Fig. 27. Example frames of the new video dataset with ground-truth labels and ground-truth depth maps [233].

The example results in Fig. 28 show the effectiveness of the recurrent units when the FCN fails to recognize the bridge components correctly. These results indicate that ConvLSTM units combined with pre-trained FCN is an effective approach to perform automated bridge-component recognition, even if the visual cues of the global structures are temporally unavailable. The total pixel-wise accuracy for the single-image-based FCN was 65.0%. In contrast, the total pixel-wise accuracy for the simple RNN and the ConvLSTM units was 74.9% and 80.5%, respectively. Other details of the dataset, training, and testing are provided in Ref. [233].

《Fig. 28》

Fig. 28. Example results. (a) Input images; (b) FCN; (c) FCN–simple RNN; (d) FCN–ConvLSTM [233].

At present, this research is being leveraged to develop rapid post-earthquake inspection strategies for transportation infrastructure.

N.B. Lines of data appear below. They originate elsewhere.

/**
 * Searching coordinate reference systems by EPSG code or by words of their name ("Florida East",
 * "utm 17n"), over a list the caller supplies (the server builds it from the bundled EPSG list).
 * Pure: no I/O. A query is a code when it is digits (optionally after "EPSG:"); otherwise every
 * word of the query must begin a word of the name (or its area of use, which ranks lower).
 */
export interface CrsEntry {
  code: number;
  name: string;
  /** The EPSG unit name, e.g. "US survey foot". */
  unit: string;
  /** Where the CRS is used, as the registry words it (may be empty). */
  area: string;
}

export interface CrsMatch extends CrsEntry {
  /** Why it matched: the code, or words of the name or area. */
  matchedBy: "code" | "name" | "area";
}

/** Lower case, without accents; "17N" and "(ftUS)" stay one word each. */
function words(text: string): string[] {
  return text.normalize("NFKD").replace(/[\u0300-\u036f]/g, "").toLowerCase().split(/[^a-z0-9]+/).filter(Boolean);
}

// Each list's words, split once (the server's list holds about 5,100 entries and is searched per keystroke).
const preparedLists = new WeakMap<readonly CrsEntry[], Array<{ nameWords: string[]; areaWords: string[] }>>();
function prepared(entries: readonly CrsEntry[]) {
  let list = preparedLists.get(entries);
  if (!list) {
    list = entries.map((entry) => ({ nameWords: words(entry.name), areaWords: words(entry.area) }));
    preparedLists.set(entries, list);
  }
  return list;
}

const everyWordBegins = (query: string[], target: string[]) => query.every((word) => target.some((candidate) => candidate.startsWith(word)));

/**
 * The entries matching `query`, best first, at most `limit`: the exact code, then codes that begin
 * with the digits (shortest first), then names in which the words appear in the query's order
 * before names that hold them in another order, then areas; ties by name length, then code.
 */
export function searchCrs(entries: readonly CrsEntry[], query: string, limit = 20): CrsMatch[] {
  const trimmed = query.trim();
  if (!trimmed) return [];
  const code = /^(?:epsg\s*:?\s*)?(\d{1,6})$/i.exec(trimmed);
  if (code) {
    const digits = code[1];
    return entries
      .filter((entry) => String(entry.code).startsWith(digits))
      .sort((a, b) => String(a.code).length - String(b.code).length || a.code - b.code)
      .slice(0, limit)
      .map((entry) => ({ ...entry, matchedBy: "code" as const }));
  }
  const queryWords = words(trimmed.replace(/^epsg\s*:?\s*/i, ""));
  if (queryWords.length === 0) return [];
  const scored: Array<{ match: CrsMatch; rank: number }> = [];
  const wordsOf = prepared(entries);
  for (const [index, entry] of entries.entries()) {
    const { nameWords, areaWords } = wordsOf[index];
    if (everyWordBegins(queryWords, nameWords)) {
      // In order: each query word begins a name word after the previous one's.
      let position = -1;
      const inOrder = queryWords.every((word) => {
        const found = nameWords.findIndex((candidate, index) => index > position && candidate.startsWith(word));
        position = found;
        return found >= 0;
      });
      scored.push({ match: { ...entry, matchedBy: "name" }, rank: inOrder ? 0 : 1 });
    } else if (everyWordBegins(queryWords, [...nameWords, ...areaWords])) {
      scored.push({ match: { ...entry, matchedBy: "area" }, rank: 2 });
    }
  }
  return scored
    .sort((a, b) => a.rank - b.rank || a.match.name.length - b.match.name.length || a.match.code - b.match.code)
    .slice(0, limit)
    .map((entry) => entry.match);
}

《7. Summary and conclusions》

7. Summary and conclusions

This paper presented an overview of recent advances in computer vision-based civil infrastructure inspection and monitoring. Manual visual inspection is currently the main means of assessing the condition of civil infrastructure. Computer vision for civil infrastructure inspection and monitoring is a natural step forward and can be readily adopted to aid and eventually replace manual visual inspection, while offering new advantages and opportunities. However, the use of image data can be a double-edged sword; as although rich spatial, textural, and contextual information is available in each image, the process of extracting actionable information from these images is challenging. The research community has been successful in demonstrating the feasibility of vision algorithms, ranging from deep learning to optical flow. The inspection applications discussed in this article were classified into the following three categories: characterizing local and global visible damage, detecting changes from a reference image, and structural component recognition. Recent progress in automated inspections has stemmed from the replacement of heuristic-based methods with data-driven detection, where deep models are built by training on large sets of data. The monitoring applications discussed spanned both static and dynamic applications. The application of full-field measurement techniques and the extension of laboratory techniques to full-scale infrastructure has provided impetus for further growth.

This paper also presented key challenges that the research community faces toward the realization of automated vision-based inspection and monitoring. These challenges broadly lie in converting the features and signals extracted by vision-based methods into actionable data that can aid decision-making at a higher level.

Finally, three areas of ongoing research aimed at enabling automated inspections were presented: the generation of conditionaware models, the development of synthetic data through graphics models, and methods for the assimilation of data from video. The rapid advances in research in computer vision-based inspection and monitoring of civil infrastructure described in this paper will enable time-efficient, cost-effective, and eventually automated civil infrastructure inspection and monitoring, heralding a coming revolution in the way that infrastructure is maintained and managed, ultimately leading to safer and more resilient cities throughout the world.

《Acknowledgements》

Acknowledgements

This research was supported in part by funding from the US Army Corps of Engineers under a project entitled “Cybermodeling: A Digital Surrogate Approach for Optimal Risk-Based Operations and Infrastructure” (W912HZ-17-2-0024).

《Compliance with ethics guidelines》

Compliance with ethics guidelines

Billie F. Spencer Jr., Vedhus Hoskere, and Yasutaka Narazaki declare that they have no conflict of interest or financial conflicts to disclose.